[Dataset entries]
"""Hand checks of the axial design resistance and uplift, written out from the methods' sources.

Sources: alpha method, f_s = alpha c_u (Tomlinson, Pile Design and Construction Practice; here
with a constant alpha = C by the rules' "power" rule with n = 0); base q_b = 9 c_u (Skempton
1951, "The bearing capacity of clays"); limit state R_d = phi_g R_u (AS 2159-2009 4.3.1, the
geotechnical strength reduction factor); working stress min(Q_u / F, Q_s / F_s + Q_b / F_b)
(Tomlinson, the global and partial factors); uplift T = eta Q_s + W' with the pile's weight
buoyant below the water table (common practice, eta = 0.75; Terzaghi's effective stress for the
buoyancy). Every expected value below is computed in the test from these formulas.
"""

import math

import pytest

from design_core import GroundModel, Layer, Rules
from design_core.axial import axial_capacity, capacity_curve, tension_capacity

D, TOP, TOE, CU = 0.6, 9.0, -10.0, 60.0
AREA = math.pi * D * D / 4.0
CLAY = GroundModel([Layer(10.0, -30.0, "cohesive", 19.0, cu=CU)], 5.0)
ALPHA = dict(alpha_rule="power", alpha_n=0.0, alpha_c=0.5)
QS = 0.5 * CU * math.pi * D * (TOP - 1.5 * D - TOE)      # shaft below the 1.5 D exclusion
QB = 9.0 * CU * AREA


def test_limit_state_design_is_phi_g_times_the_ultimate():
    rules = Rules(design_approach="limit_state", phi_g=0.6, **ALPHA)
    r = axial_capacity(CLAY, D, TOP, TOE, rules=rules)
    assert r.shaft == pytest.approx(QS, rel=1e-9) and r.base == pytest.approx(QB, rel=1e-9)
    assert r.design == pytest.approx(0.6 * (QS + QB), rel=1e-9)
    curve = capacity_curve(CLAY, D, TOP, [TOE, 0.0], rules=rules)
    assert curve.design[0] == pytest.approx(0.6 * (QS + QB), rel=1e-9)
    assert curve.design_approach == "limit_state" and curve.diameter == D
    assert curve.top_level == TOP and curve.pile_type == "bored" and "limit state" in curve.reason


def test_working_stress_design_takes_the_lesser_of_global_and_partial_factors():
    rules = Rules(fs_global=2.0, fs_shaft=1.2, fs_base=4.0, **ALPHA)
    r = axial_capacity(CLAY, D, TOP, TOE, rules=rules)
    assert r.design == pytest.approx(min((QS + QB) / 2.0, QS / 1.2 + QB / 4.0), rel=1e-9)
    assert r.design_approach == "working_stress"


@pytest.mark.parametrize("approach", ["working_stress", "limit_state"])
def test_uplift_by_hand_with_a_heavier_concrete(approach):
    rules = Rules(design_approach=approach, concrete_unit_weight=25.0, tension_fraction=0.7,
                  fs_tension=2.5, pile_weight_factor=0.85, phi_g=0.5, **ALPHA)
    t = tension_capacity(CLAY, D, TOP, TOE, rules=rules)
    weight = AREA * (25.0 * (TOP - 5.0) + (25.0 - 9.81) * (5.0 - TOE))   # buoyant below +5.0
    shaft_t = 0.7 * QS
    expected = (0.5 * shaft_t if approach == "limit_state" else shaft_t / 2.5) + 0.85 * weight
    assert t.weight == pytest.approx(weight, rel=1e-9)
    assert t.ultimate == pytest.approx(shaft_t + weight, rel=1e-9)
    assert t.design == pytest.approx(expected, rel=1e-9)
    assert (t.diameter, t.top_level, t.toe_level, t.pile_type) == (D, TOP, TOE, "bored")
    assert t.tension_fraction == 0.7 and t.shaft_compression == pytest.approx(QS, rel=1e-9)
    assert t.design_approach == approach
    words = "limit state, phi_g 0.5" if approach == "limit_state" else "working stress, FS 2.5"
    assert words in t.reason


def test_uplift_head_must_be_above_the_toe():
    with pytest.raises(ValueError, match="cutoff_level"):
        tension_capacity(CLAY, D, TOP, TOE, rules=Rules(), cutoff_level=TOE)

What is expected -
Return the lines of the records that include the string "from".

Solution for this task -
"""Hand checks of the axial design resistance and uplift, written out from the methods' sources.
buoyancy). Every expected value below is computed in the test from these formulas.
from design_core import GroundModel, Layer, Rules
from design_core.axial import axial_capacity, capacity_curve, tension_capacity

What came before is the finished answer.